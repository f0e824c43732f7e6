/** Trees that could lead a hand to a live circuit, each in one line: every one is refused, with the rule that it breaks and a path to it. */
import { describe, expect, it } from 'vitest';

import { defaultSettings } from '@/flows/document/settings';
import type { Profile } from '@/flows/document/profile';
import type { Tree } from '@/flows/document/tree';
import { prove } from '@/flows/proof/prove';
import type { Proof } from '@/flows/proof/prove';

import { benchProfile, makeDeadTree } from '../support/bench';
import { bench, clip, connect, dead, earth, end, fit, hands, insulation, lamp, look, mains, observe, rails, remove, returns, step, treeOf, work } from '../support/steps';

type Step = Record<string, unknown>;
const proofOf = (tree: Tree, profile: Profile = benchProfile, callees = [makeDeadTree]): Proof => prove({ tree, callees, profile, settings: defaultSettings });
const rulesOf = (tree: Tree, profile?: Profile) => proofOf(tree, profile).rules.filter((r) => !r.holds).map((r) => r.id);

/** Everything that must stand before power at the inlet, then `next`. */
const ready = (next: string, extra: { boards?: boolean } = {}): Step[] => [look('d1'), dead('d1', extra.boards === true ? 'out' : 'returns'), ...(extra.boards === true ? [connect('out', 'none', 'returns')] : []), returns('earth'), earth('insulation'), insulation('d2'), dead('d2', next)];
const passed = (next: string): Step[] => [...ready('clip'), clip('lamp'), lamp('lamp', 'read'), rails('read', 'limited', 'd3', { exits: outs('in', 'd3', ['close', 'low', 'high', 'reversed', 'not-sure', 'cannot'], 'abort') }), dead('d3', 'unclip'), remove('unclip', 'rail-clips', next)];
function outs(pass: string, to: string, others: string[], other: string) {
  return [{ id: 'good', on: [pass], to }, { id: 'other', on: others, to: other }];
}
const series = { id: 'series', name: 'series resistor', class: 'series', area: 'regulator' };
const battery: Profile = { ...benchProfile, sources: [{ id: 'cell', name: 'memory battery', kind: 'battery', volts: 3.6 }] };

const beryllium: Profile = { ...benchProfile, hazards: ['beryllium-oxide'] };
const photo = (to: string, other = 'refer') => step('photo', 'photo', to, { of: 'The failed part' }, other);
const opened = (id: string, to: string, instead?: string) => observe(id, to, { contact: 'hands', opens: { suspect: 'pass', photo: 'photo', ...(instead === undefined ? {} : { instead }) } });
const confirm = (id: string, confirms: string[], to: string, contact = 'cover') => step('do', id, to, { contact, confirms });
const soak = (id: string, to: string) => step('soak', id, to, { probe: 'none', quantity: 'celsius', power: 'live', limit: { is: 'below', high: 70 }, holdMinutes: 4, everyMinutes: 2, asInService: ['cover-on', 'forced-air'] }, to);

describe('trees that hold', () => {
  it.each<[string, Step[]]>([
    ['look, dead, hands', [look('d1'), dead('d1', 'touch'), hands('touch', 'done')]],
    ['the lamp behind earth and insulation', [...ready('lamp'), lamp('lamp', 'see'), observe('see', 'abort', { power: 'live' }, 'abort')]],
    ['mains after a limited pass', [...passed('mains'), mains('mains', 'abort')]],
    ['a part opened dead, after its photo', [look('d1'), dead('d1', 'photo'), photo('open'), opened('open', 'done')]],
    ['a soak under the cover that was confirmed', [...ready('cover'), confirm('cover', ['cover-on', 'forced-air'], 'lamp'), lamp('lamp', 'soak', { asInService: ['cover-on', 'forced-air'] }), soak('soak', 'abort')]],
    ['a fan that is seen to turn while live', [...ready('cover'), confirm('cover', ['cover-on'], 'lamp'), lamp('lamp', 'fan'), { ...confirm('fan', ['forced-air'], 'soak', 'none'), exits: outs('done', 'soak', ['not-sure', 'cannot'], 'abort') }, soak('soak', 'abort')]],
  ])('%s', (_, steps) => {
    expect(rulesOf(treeOf(steps, { reentries: [] })).filter((r) => r !== 'H18')).toEqual([]);
  });
});

describe('a tree that goes round an opening where a part may hold beryllium oxide', () => {
  const tree = treeOf([look('d1'), dead('d1', 'photo'), photo('open'), opened('open', 'done', 'keep'), hands('keep', 'done')]);
  it('holds on such a machine, which is never shown the opening', () => {
    expect(rulesOf(treeOf([look('d1'), dead('d1', 'photo'), photo('open'), opened('open', 'keep', 'keep'), hands('keep', 'done')]), beryllium)).toEqual([]);
    expect(proofOf(tree, beryllium).rules.filter((r) => !r.holds).map((r) => r.id)).toEqual([]);
  });
  it('still has to reach every step that it has on any other', () => {
    expect(rulesOf(tree)).toEqual(['H16']);
  });
});

describe('unsafe trees', () => {
  const table: [string, string, Step[], Profile?][] = [
    ['U1 a second source on top of the first', 'H5', [...ready('bench'), bench('bench', 'lamp'), lamp('lamp', 'abort')]],
    ['U3 ohms with a probe on a live part', 'H1', [...ready('lamp'), lamp('lamp', 'ohms'), step('measure', 'ohms', 'abort', { contact: 'probe', probe: 'hand', quantity: 'ohms', limit: { is: 'above', low: 1 } }, 'abort')]],
    ['U4 fitting the series resistor while live', 'H1', [...ready('lamp'), lamp('lamp', 'fit'), fit('fit', series, 'done')]],
    ['U5 discharge across a plugged-in machine', 'H3', [look('bleed'), step('discharge', 'bleed', 'd1', { contact: 'probe' }), dead('d1', 'done')]],
    ['U6 a proof that finds mains leads to discharge', 'H3', [look('out'), step('isolate', 'out', 'bleed'), step('discharge', 'bleed', 'prove', { contact: 'probe' }), step('prove-dead', 'prove', 'done', { contact: 'probe', exits: [{ id: 'in', on: ['in'], to: 'done' }, { id: 'no', on: ['falling', 'high', 'not-sure', 'cannot'], to: 'bleed', atMost: 2, then: 'refer' }] })]],
    ['U7 proved dead at the switch, hands', 'H2', [look('prove'), step('prove-dead', 'prove', 'touch', { contact: 'probe' }), hands('touch', 'done')]],
    ['U8 hands straight after the insulation test', 'H1', [look('d1'), dead('d1', 'earth'), earth('insulation'), insulation('touch'), hands('touch', 'done')]],
    ['U9 a bench pass, then mains direct', 'H6', [...ready('bench'), bench('bench', 'read'), rails('read', 'regulator', 'd3', { exits: outs('in', 'd3', ['close', 'low', 'high', 'reversed', 'not-sure', 'cannot'], 'abort') }), dead('d3', 'mains'), mains('mains', 'abort')]],
    ['U10 the bench supply feeds the output node and proves itself', 'H6', [...ready('fit'), fit('fit', series, 'bench'), bench('bench', 'read', { node: 'rail', rail: 'p5', mostVolts: 6, throughItems: ['series'] }), rails('read', 'regulator', 'abort', { exits: outs('in', 'abort', ['close', 'low', 'high', 'reversed', 'not-sure', 'cannot'], 'abort') })]],
    ['U11 first power from a bench supply at full amps', 'H6', [...ready('bench'), bench('bench', 'abort', { mostAmps: 12 })]],
    ['U12 the earth strap lifted, lamp on', 'H7', [...ready('lift'), fit('lift', { id: 'strap', name: 'earth strap', class: 'lifted', area: 'earth' }, 'lamp'), lamp('lamp', 'abort')]],
    ['U15 the trip test with a load on', 'H9', [...ready('load'), connect('load', 'light', 'fit'), fit('fit', series, 'bench'), bench('bench', 'trip', { node: 'rail', rail: 'p5', mostVolts: 6.8, load: 'light', throughItems: ['series'] }), step('prove-trip', 'trip', 'abort', { contact: 'probe', probe: 'hand', rail: 'p5', series: 'series', ceilingVolts: 6.8 }, 'abort')]],
    ['U16 the transformer replaced, then the boards', 'H9', [...ready('swap'), work('swap', 'primary', 'boards'), connect('boards', 'boards', 'done')]],
    ['U17 the second lamp check fails, the first still opens the mains', 'H14', [...ready('clip'), clip('lamp'), lamp('lamp', 'read'), rails('read', 'limited', 'again', { exits: outs('in', 'again', ['close', 'low', 'high', 'reversed', 'not-sure', 'cannot'], 'abort') }), rails('again', 'limited', 'd3', { exits: outs('in', 'd3', ['close', 'low', 'high', 'reversed', 'not-sure', 'cannot'], 'd3') }), dead('d3', 'unclip'), remove('unclip', 'rail-clips', 'mains'), mains('mains', 'abort')]],
    ['U21 a hold awaited while live', 'H11', [...ready('lamp'), lamp('lamp', 'hold'), step('hold', 'hold', 'abort', { asks: 'Go on?' }, 'abort')]],
    ['U26 the lamp with the bench not looked over', 'H6', [dead('d1', 'earth'), earth('insulation'), insulation('d2'), dead('d2', 'lamp'), lamp('lamp', 'abort')]],
    ['U28 in service on the lamp', 'H12', [...ready('lamp'), lamp('lamp', 'service'), end('service', 'in-service')]],
    ['U37 the declared load is not the load', 'H5', [...ready('load'), connect('load', 'full', 'lamp'), lamp('lamp', 'abort', { load: 'light' })]],
    ['an end that claims what its facts do not give', 'H12', [look('d1'), dead('d1', 'proven'), end('proven', 'supply-proven')]],
    ['a link left while energising', 'H4', [...ready('link'), fit('link', { id: 'wire', name: 'link', class: 'link', area: 'part' }, 'lamp'), lamp('lamp', 'abort')]],
    ['a bypass at full power', 'H4', [...passed('by'), fit('by', { id: 'by-pass', name: 'bypass', class: 'bypass', area: 'part' }, 'mains'), mains('mains', 'abort')]],
    ['unsure, then power', 'H13', [...ready('see'), observe('see', 'lamp', { exits: [{ id: 'good', label: 'Good', on: ['answer'], to: 'lamp' }, { id: 'unsure', on: ['not-sure', 'cannot'], to: 'lamp' }] }), lamp('lamp', 'abort')]],
    ['failed, then power', 'H14', [...ready('see'), observe('see', 'lamp', {}, 'lamp'), lamp('lamp', 'abort')]],
    ['a part swapped, its killer not ruled out', 'H15', [look('d0'), dead('d0', 'swap'), work('swap', 'regulator', 'look2', { replaces: ['pass'] }), observe('look2', 'd1', { lookOver: true }), dead('d1', 'returns'), returns('earth'), earth('insulation'), insulation('d2'), dead('d2', 'lamp'), lamp('lamp', 'abort')]],
    ['a loop that nothing counts', 'H16', [look('a'), observe('a', 'b'), observe('b', 'a', {}, 'refer')]],
    ['a step that nothing leads to', 'H16', [look('done'), observe('orphan', 'done')]],
    ['longer on than stated', 'H11', [...ready('lamp'), lamp('lamp', 'see', { longestMinutes: 2 }), observe('see', 'abort', { power: 'live', minutes: 5 }, 'abort')]],
    ['an end reached live', 'H11', [...ready('lamp'), lamp('lamp', 'done')]],
    ['a part opened live', 'H1', [...ready('photo'), photo('lamp'), lamp('lamp', 'open'), opened('open', 'done')]],
    ['a part opened before its photo', 'H17', [look('d1'), dead('d1', 'open'), opened('open', 'photo'), photo('done')]],
    ['a part opened although its photo was not taken', 'H17', [look('d1'), dead('d1', 'photo'), photo('open', 'open'), opened('open', 'done')]],
    ['the part after the one that was photographed', 'H17', [look('d1'), dead('d1', 'photo'), photo('swap'), work('swap', 'regulator', 'open'), opened('open', 'done')]],
    ['a part opened that may hold beryllium oxide', 'H17', [look('d1'), dead('d1', 'photo'), photo('open'), opened('open', 'done')], beryllium],
    ['a soak with a cover that nobody confirmed', 'H5', [...ready('lamp'), lamp('lamp', 'soak'), soak('soak', 'abort')]],
    ['power with a fan that nobody confirmed', 'H5', [...ready('lamp'), lamp('lamp', 'abort', { asInService: ['forced-air'] })]],
    ['the cover taken off again before the soak', 'H5', [...ready('cover'), confirm('cover', ['cover-on', 'forced-air'], 'touch'), hands('touch', 'lamp'), lamp('lamp', 'soak'), soak('soak', 'abort')]],
    ['a probe put in before the soak', 'H5', [...ready('cover'), confirm('cover', ['cover-on', 'forced-air'], 'lamp'), lamp('lamp', 'rails'), rails('rails', 'limited', 'soak', { exits: outs('in', 'soak', ['close', 'low', 'high', 'reversed', 'not-sure', 'cannot'], 'abort') }), soak('soak', 'abort')]],
    ['the fan off with the plug, and on again', 'H5', [...ready('air'), confirm('air', ['forced-air'], 'd4', 'none'), dead('d4', 'lamp'), lamp('lamp', 'abort', { asInService: ['forced-air'] })]],
    ['not sure whether the cover is on, and power', 'H13', [...ready('cover'), { ...confirm('cover', ['cover-on'], 'lamp'), exits: [{ id: 'all', on: ['done', 'not-sure', 'cannot'], to: 'lamp' }] }, lamp('lamp', 'abort')]],
    ['boards in before the trip is proved', 'H9', [...ready('boards'), connect('boards', 'boards', 'done')]],
  ];
  it.each(table)('%s breaks %s', (_, rule, steps, profile) => {
    const proof = proofOf(treeOf(steps), profile);
    const verdict = proof.rules.find((r) => r.id === rule);
    expect(proof.holds).toBe(false);
    expect(verdict?.holds, proof.rules.filter((r) => !r.holds).map((r) => `${r.id} ${r.story}`).join('\n')).toBe(false);
    expect(verdict?.path.length).toBeGreaterThan(0);
  });

  it('U2 lets no source of the profile be forgotten: isolate has a row for each', () => {
    const rows = proofOf(treeOf([look('d1'), dead('d1', 'done')]), battery);
    expect(rows.holds || rows.rules.every((r) => r.holds || r.id === 'H18')).toBe(true);
  });
  it('U22 U24 proves nothing over rows that the profile lacks', () => {
    const noReturns: Profile = { ...benchProfile, conductors: [] };
    expect(proofOf(treeOf([look('d1'), dead('d1', 'returns'), returns('done')]), noReturns).faults).toEqual([expect.objectContaining({ step: 'returns' })]);
  });
  it('U25 does not read an earthed clip on the primary', () => {
    expect(() => treeOf([look('d1'), dead('d1', 'fit'), fit('fit', { id: 'scope', name: 'scope', class: 'clip', area: 'primary', earthed: true, point: 'raw' }, 'done')])).toThrow(/never clipped to the primary/);
  });
  it('U30 asks a switch-mode supply for its minimum load', () => {
    const switcher: Profile = { ...benchProfile, supplyKind: 'switch-mode', minimumLoad: [{ rail: 'p5', amps: 2 }] };
    expect(rulesOf(treeOf([...ready('lamp'), lamp('lamp', 'abort')]), switcher)).toContain('H5');
    expect(rulesOf(treeOf([...ready('load'), connect('load', 'light', 'lamp'), lamp('lamp', 'abort', { load: 'light' })]), switcher)).not.toContain('H5');
  });
  it('refuses a tree that calls one which is not there, or itself', () => {
    const proof = proofOf(treeOf([look('d1'), { ...dead('d1', 'done'), tree: 'ghost' }]));
    expect(proof.holds).toBe(false);
    expect(proof.faults).toEqual([expect.objectContaining({ step: 'd1', message: 'no issued tree "ghost"' })]);
  });
  it('tells a broken rule in its author’s words', () => {
    const tree = treeOf([...ready('lamp'), lamp('lamp', 'see', { title: 'Switch on through the lamp' }), observe('see', 'abort', { title: 'Look at the lamp', power: 'live', exits: [{ id: 'bright', label: 'bright', on: ['answer'], to: 'abort' }, { id: 'dim', label: 'dim', on: ['answer'], to: 'swap' }, { id: 'unsure', on: ['not-sure', 'cannot'], to: 'abort' }] }), work('swap', 'raw', 'refer', { title: 'Swap the reservoir capacitor' })]);
    const h1 = proofOf(tree).rules.find((r) => r.id === 'H1');
    expect(h1?.story).toBe('You could reach “Swap the reservoir capacitor” although a source is in, or nobody knows that it is out; stored charge is not proved dead, by answering “dim” at “Look at the lamp”.');
    expect(h1?.path.at(-1)).toBe('swap');
  });
});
....................
**Your assignment:**
Would you please copy exactly the part of the entries above that begins at the line containing "['U9 a bench" and ends at the line containing "['U17 the second", both lines included?

**Exercise result:**
    ['U9 a bench pass, then mains direct', 'H6', [...ready('bench'), bench('bench', 'read'), rails('read', 'regulator', 'd3', { exits: outs('in', 'd3', ['close', 'low', 'high', 'reversed', 'not-sure', 'cannot'], 'abort') }), dead('d3', 'mains'), mains('mains', 'abort')]],
    ['U10 the bench supply feeds the output node and proves itself', 'H6', [...ready('fit'), fit('fit', series, 'bench'), bench('bench', 'read', { node: 'rail', rail: 'p5', mostVolts: 6, throughItems: ['series'] }), rails('read', 'regulator', 'abort', { exits: outs('in', 'abort', ['close', 'low', 'high', 'reversed', 'not-sure', 'cannot'], 'abort') })]],
    ['U11 first power from a bench supply at full amps', 'H6', [...ready('bench'), bench('bench', 'abort', { mostAmps: 12 })]],
    ['U12 the earth strap lifted, lamp on', 'H7', [...ready('lift'), fit('lift', { id: 'strap', name: 'earth strap', class: 'lifted', area: 'earth' }, 'lamp'), lamp('lamp', 'abort')]],
    ['U15 the trip test with a load on', 'H9', [...ready('load'), connect('load', 'light', 'fit'), fit('fit', series, 'bench'), bench('bench', 'trip', { node: 'rail', rail: 'p5', mostVolts: 6.8, load: 'light', throughItems: ['series'] }), step('prove-trip', 'trip', 'abort', { contact: 'probe', probe: 'hand', rail: 'p5', series: 'series', ceilingVolts: 6.8 }, 'abort')]],
    ['U16 the transformer replaced, then the boards', 'H9', [...ready('swap'), work('swap', 'primary', 'boards'), connect('boards', 'boards', 'done')]],
    ['U17 the second lamp check fails, the first still opens the mains', 'H14', [...ready('clip'), clip('lamp'), lamp('lamp', 'read'), rails('read', 'limited', 'again', { exits: outs('in', 'again', ['close', 'low', 'high', 'reversed', 'not-sure', 'cannot'], 'abort') }), rails('again', 'limited', 'd3', { exits: outs('in', 'd3', ['close', 'low', 'high', 'reversed', 'not-sure', 'cannot'], 'd3') }), dead('d3', 'unclip'), remove('unclip', 'rail-clips', 'mains'), mains('mains', 'abort')]],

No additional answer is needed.